Line 58: "LBOW-S",,"0013300001j0TuQAAU",,, (Name of client account follows)

jonathanmeltzer · March 21, 2022, 3:13pm

Related to my first post above: If I manually save the CSV file as an ANSI file, the action list which modifies the file succeeds. However, I cannot see a way to automatically save the file as an ANSI file when it is downloaded using SFTP.

jonathanmeltzer · March 21, 2022, 3:34pm

This does not work for my second post. The file is already an ANSI file and is still running into the problem.

jonathanmeltzer · March 21, 2022, 8:56pm

Making sure that the file is encoded in ANSI before it got to me seemed to solve the first issue. With the second one, making sure that the file was encoded in UTF-8 seemed to solve it. Very strange issues to come up all of a sudden, though.

jonathanmeltzer · March 21, 2022, 9:17pm

However, when I end up with a CSV file that is UTF-8 encoded, the processing of that file is not working. The headers are getting associated with the correct fields, but the data in the rows are not. I would like very much to do a screenshare/call tomorrow (Tuesday Eastern US time) between 8 and 5. I can show you what is happening. If there is a good way to get you the log without giving you the data file (which I cannot do), then please let me know that.

Vincent · March 21, 2022, 10:50pm

Hi Jonathon

This is a regression in 1356 (which was supposed to fix the encoding issue) - we back ported a streamreader class from a newer version of Delphi (the version we use for AT6 didn’t have it), however we didn’t realise that class was relying on an internal change for string indexes in the later version (zero based rather than one based) - I don’t know how I didn’t notice this before when testing.

The other issue I found was that the stream reader was defaulting to ASCII encoding when no BOM was found - this is a bit short sighted and I have changed it to default to UTF-8 if no BOM is found (this will be safe for ASCII files too.

A build is running now, I will post a link to it shortly.

Vincent · March 21, 2022, 11:07pm

This build has the fix.

https://downloads.finalbuilder.com/downloads/automise/500/AT500_1365.exe
https://downloads.finalbuilder.com/downloads/automise/500/ATCMD500_1365.exe
https://downloads.finalbuilder.com/downloads/automise/500/AutomiseRunner500_1365.exe

jonathanmeltzer · March 22, 2022, 12:56pm

I don’t believe this actually is a fix.
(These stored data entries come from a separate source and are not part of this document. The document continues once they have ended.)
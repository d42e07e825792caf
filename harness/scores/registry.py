"""The score registry: every score declared once, read by every table, test, export and ``--help``.

A :class:`Score` states a score's facts — its column name(s), human labels, unit, whether lower
is better, how it is set against the benchmark (``ratio``, ``sqrt_ratio`` for squared-error
scores shown as RMSE-type ratios, or ``difference`` for scores that can be negative), which
comparison tests apply, its roles in the report (headline, tail, interval) and the published
source — and how the fused pass computes it from sorted draws (:mod:`harness.scores.fused`).
A *family* (quantile scores, coverage, interval scores) declares a pattern such as ``qs_{pct}``
and expands to one column per level of the evaluation's :class:`ScoreConfig`.

Adding a score is one declaration here, its rule in a scores module, and its tests: the tables
(:mod:`harness.scores.frames`), the comparison tests, the terminal, CSV, Parquet, LaTeX,
Markdown and HTML outputs and the command line's ``--score`` choices all read this registry.
"""

from __future__ import annotations

import re
from collections.abc import Callable, Iterator
from dataclasses import dataclass, field
from typing import Any, Literal

Orientation = Literal["lower", "calibration"]
Versus = Literal["ratio", "sqrt_ratio", "difference"]

# Default levels of the families (whole percentages) and the log score's density floor. This
# module imports nothing heavy, so the command line can list the scores in its help at once.
DEFAULT_QUANTILE_LEVELS = (0.05, 0.10, 0.25, 0.50, 0.75, 0.90, 0.95)
DEFAULT_COVERAGE_LEVELS = (0.5, 0.7, 0.9)
DEFAULT_INTERVAL_LEVELS = (0.5, 0.8)
# Densities of a spread-out ensemble far below this mean "the observation was impossible";
# flooring keeps one outlier from dominating a mean log score (score capped at -log(1e-10)).
DEFAULT_DENSITY_FLOOR = 1e-10

__all__ = [
    "Column",
    "Score",
    "ScoreConfig",
    "columns",
    "is_score_column",
    "register_score",
    "resolve",
    "score_names",
    "scores",
]


@dataclass(frozen=True)
class ScoreConfig:
    """Which levels the families expand to, and the settings of the fused pass.

    Attributes
    ----------
    quantile_levels : tuple of float
        Levels of the quantile scores ``qs_NN``.
    coverage_levels : tuple of float
        Nominal coverages of the central-interval hit indicators ``cover_NN``.
    interval_levels : tuple of float
        Nominal coverages of the interval scores ``interval_NN`` (central intervals).
    n_levels : int
        Midpoint nodes of the quantile-weighted CRPS integrals.
    method : {"linear", "inverted_cdf"}
        Ensemble quantile estimator (Hyndman & Fan 1996, definitions 7 and 1).
    density_floor : float
        Floor of the kernel density in the log score.
    """

    quantile_levels: tuple[float, ...] = DEFAULT_QUANTILE_LEVELS
    coverage_levels: tuple[float, ...] = DEFAULT_COVERAGE_LEVELS
    interval_levels: tuple[float, ...] = DEFAULT_INTERVAL_LEVELS
    n_levels: int = 99
    method: str = "linear"
    density_floor: float = DEFAULT_DENSITY_FLOOR


@dataclass(frozen=True)
class Score:
    """One score (or one family of scores), declared once.

    Attributes
    ----------
    key : str
        Registry key; also the column name of a single score (``crps``).
    label : str
        Human label of the mean score (``"CRPS"``, ``"MSE"``); a family uses ``{pct}``.
    relative_label : str
        Label of the number set against the benchmark (``"CRPS ratio"``, ``"RMSE ratio"``).
    unit : str
        Unit of the mean score.
    orientation : {"lower", "calibration"}
        ``lower``: a loss, lower is better. ``calibration``: describes calibration (PIT,
        coverage); no ratio, best = closest to the nominal value (coverage) or none (PIT).
    versus : {"ratio", "sqrt_ratio", "difference"} or None
        How a model's mean is set against the benchmark's in the same cell.
    tests : tuple of str
        Comparison tests (names of :mod:`harness.compare.registry`) that apply.
    roles : frozenset of str
        Where it appears: ``headline``, ``tail``, ``interval``, ``point``, ``density``.
    reference : str
        Published source.
    pattern : str, optional
        Column pattern of a family, e.g. ``"qs_{pct}"`` (``pct`` = the level in whole percent).
    config_levels : str, optional
        The :class:`ScoreConfig` field holding the family's levels.
    needs : callable, optional
        ``needs(cfg) -> ndarray`` of the quantile levels the fused pass must compute.
    compute : callable, optional
        ``compute(chunk, cfg) -> dict[column, ndarray]`` from a :class:`harness.scores.fused.Chunk`;
        None for columns users compute themselves (e.g. threshold-weighted CRPS).
    level_roles : callable, optional
        ``level_roles(level) -> set of roles`` added per family member.
    """

    key: str
    label: str
    relative_label: str
    unit: str
    orientation: Orientation
    versus: Versus | None
    tests: tuple[str, ...] = ()
    roles: frozenset[str] = frozenset()
    reference: str = ""
    pattern: str | None = None
    config_levels: str | None = None
    needs: Callable[[ScoreConfig], Any] | None = None
    compute: Callable[[Any, ScoreConfig], dict[str, Any]] | None = None
    level_roles: Callable[[float], set[str]] | None = None
    _regex: re.Pattern | None = field(default=None, compare=False, repr=False)

    def __post_init__(self):
        if self.pattern:
            rx = re.escape(self.pattern).replace(r"\{pct\}", r"(?P<pct>\d\d)")
            object.__setattr__(self, "_regex", re.compile(f"^{rx}$"))

    def match(self, name: str) -> float | None | bool:
        """The level a column of this family stands for; True for the single score; None if no match."""
        if self._regex is None:
            return True if name == self.key or (self.key == "twcrps" and name.startswith("twcrps_")) \
                else None
        m = self._regex.match(name)
        return int(m.group("pct")) / 100.0 if m else None


@dataclass(frozen=True)
class Column:
    """One score column, resolved: its name, its declaration, and its level (families)."""

    name: str
    score: Score
    level: float | None = None

    @property
    def label(self) -> str:
        return self._fill(self.score.label)

    @property
    def relative_label(self) -> str:
        return self._fill(self.score.relative_label)

    @property
    def relative_name(self) -> str:
        """Column name of the relative number in ``Evaluation.relative``."""
        return self.name + ("_diff" if self.score.versus == "difference" else "")

    @property
    def roles(self) -> frozenset[str]:
        extra = self.score.level_roles(self.level) if (self.score.level_roles and self.level) else set()
        return self.score.roles | frozenset(extra)

    @property
    def is_loss(self) -> bool:
        return self.score.orientation == "lower"

    @property
    def nominal(self) -> float | None:
        """Nominal value of a calibration column (coverage level), else None."""
        return self.level if self.score.orientation == "calibration" else None

    def _fill(self, text: str) -> str:
        return text.replace("{pct}", f"{round(self.level * 100):d}") if self.level is not None else text


_REGISTRY: dict[str, Score] = {}


def register_score(score: Score) -> Score:
    """Add a score declaration (its key must be new)."""
    if score.key in _REGISTRY:
        raise ValueError(f"score {score.key!r} is already registered")
    _REGISTRY[score.key] = score
    return score


def scores() -> list[Score]:
    """Every declared score, in declaration order (the order of tables and outputs)."""
    _load()
    return list(_REGISTRY.values())


def _level_name(pattern: str, level: float, where: str) -> str:
    pct = round(level * 100)
    if abs(level * 100 - pct) > 1e-9 or not 1 <= pct <= 99:
        raise ValueError(f"{where}: level {level!r} cannot be named {pattern.replace('{pct}', 'NN')}; "
                         "expected whole percentages between 0.01 and 0.99")
    return pattern.replace("{pct}", f"{pct:02d}")


def columns(cfg: ScoreConfig | None = None, *, computed: bool = True) -> list[Column]:
    """The columns the declarations expand to under ``cfg`` (only fused-pass ones if ``computed``)."""
    cfg = cfg or ScoreConfig()
    out: list[Column] = []
    for s in scores():
        if computed and s.compute is None:
            continue
        if s.pattern is None:
            out.append(Column(s.key, s))
            continue
        levels = tuple(getattr(cfg, s.config_levels)) if s.config_levels else ()
        names = [_level_name(s.pattern, a, "score config") for a in levels]
        if len(set(names)) != len(names):
            raise ValueError(f"score config: repeated levels {list(levels)} for {s.key}")
        out += [Column(n, s, float(a)) for n, a in zip(names, levels, strict=True)]
    return out


def resolve(name: str) -> Column | None:
    """The declaration behind a column name (``crps``, ``qs_05``, ``interval_80``), or None."""
    if not isinstance(name, str):
        return None
    for s in scores():
        hit = s.match(name)
        if hit is None:
            continue
        return Column(name, s, None if hit is True else float(hit))
    return None


def is_score_column(name: Any) -> bool:
    """Whether a frame column is a score column (any declared score or family member)."""
    return resolve(name) is not None


def score_names(cfg: ScoreConfig | None = None, *, role: str | None = None,
                losses_only: bool = False) -> list[str]:
    """Column names under ``cfg``, optionally only those with a role or only losses."""
    return [c.name for c in columns(cfg) if (role is None or role in c.roles)
            and (not losses_only or c.is_loss)]


def iter_declarations() -> Iterator[Score]:
    """Every declaration (for documentation and help texts)."""
    yield from scores()


def _load() -> None:
    # the built-in declarations live beside their rules; importing the module registers them
    if not _REGISTRY:
        import harness.scores.builtin  # noqa: F401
This works fine now IF I can specify that the CSV file is UTF-8 encoded (which I can do in some of my batch processes that create CSV files), but when a CSV file is created as an ANSI file (or a vanilla CSV file by Excel or some other process), it is not being processed correctly (as it was before). I am getting the same error as before with the new build:

Error Executing script : OnInitialiseIterator
FB80ActionCtx.FileReaderImpl
No mapping for the Unicode character exists in the target multi-byte code page
Line: 58
Char : 5
The iterator could not be initialised.

Also, is there a way to specify when creating a text file in Automise that it is UTF-8 encoded? I am running into the issue with a CSV file I am creating in Automise itself.
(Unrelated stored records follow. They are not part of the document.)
"""Scores of ensemble forecasts: the rules, the fused pass, the registry and the score tables.

Every score is declared once in :mod:`harness.scores.registry` (label, unit, orientation, how
it is set against the benchmark, tests, roles, source); :func:`score_all` computes every
declared score in one pass; :mod:`harness.scores.frames` aggregates them into cell means and
ratios to a benchmark.
"""

from __future__ import annotations

import importlib

_PUBLIC = {
    "Column": "harness.scores.registry",
    "DEFAULT_COVERAGE_LEVELS": "harness.scores.registry",
    "DEFAULT_DENSITY_FLOOR": "harness.scores.registry",
    "DEFAULT_INTERVAL_LEVELS": "harness.scores.registry",
    "DEFAULT_QUANTILE_LEVELS": "harness.scores.registry",
    "FULL": "harness.scores.subperiods",
    "QUANTILE_METHODS": "harness.scores.kernels",
    "QUANTILE_WEIGHTS": "harness.scores.kernels",
    "Score": "harness.scores.registry",
    "ScoreConfig": "harness.scores.registry",
    "TAIL_SIDES": "harness.scores.kernels",
    "TIES": "harness.scores.kernels",
    "TW_WEIGHTS": "harness.scores.kernels",
    "aggregate": "harness.scores.frames",
    "assign_subperiods": "harness.scores.subperiods",
    "best_per_column": "harness.scores.frames",
    "columns": "harness.scores.registry",
    "common_sample": "harness.scores.frames",
    "coverage": "harness.scores.quantiles",
    "crps_ensemble": "harness.scores.crps",
    "crps_pairs_reference": "harness.scores.crps",
    "crps_sorted": "harness.scores.crps",
    "ensemble_quantiles": "harness.scores.quantiles",
    "interval_score": "harness.scores.quantiles",
    "is_score_column": "harness.scores.registry",
    "log_score": "harness.scores.density",
    "pinball_loss": "harness.scores.quantiles",
    "pit": "harness.scores.density",
    "point_errors": "harness.scores.point",
    "quantile_score": "harness.scores.quantiles",
    "register_score": "harness.scores.registry",
    "relative_to": "harness.scores.frames",
    "resolve": "harness.scores.registry",
    "score_all": "harness.scores.fused",
    "score_names": "harness.scores.registry",
    "scores": "harness.scores.registry",
    "silverman_bandwidth": "harness.scores.density",
    "threshold_weighted_crps": "harness.scores.crps",
    "tidy_scores": "harness.scores.frames",
    "weighted_crps_quantile": "harness.scores.crps",
}

__all__ = sorted(_PUBLIC)


def __getattr__(name: str):
    module = _PUBLIC.get(name)
    if module is None:
        raise AttributeError(f"module 'harness.scores' has no attribute {name!r}")
    value = getattr(importlib.import_module(module), name)
    globals()[name] = value
    return value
jonathanmeltzer · March 22, 2022, 8:48pm

I figured out how to unset the “Write Byte Order Mark”, which is now required. However, for files I am getting from other sources, there is no way to change the file in such a way that the CSV iterator does not fail. I get a CSV file, start an iterator on that file, and it fails with:

Error Executing script : OnInitialiseIterator
FB80ActionCtx.FileReaderImpl
No mapping for the Unicode character exists in the target multi-byte code page
Line: 54
Char : 3
The iterator could not be initialised.

Please let me know what I can do. Several batch processes have started failing over the last 24 hours.

Vincent · March 22, 2022, 9:23pm

I’m not able to reproduce this here, are you able to send one of the failing csv files to support@finalbuilder.com so we can test with it here. Failing that, can you open the offending file in notepa++ and see which encoding it reports?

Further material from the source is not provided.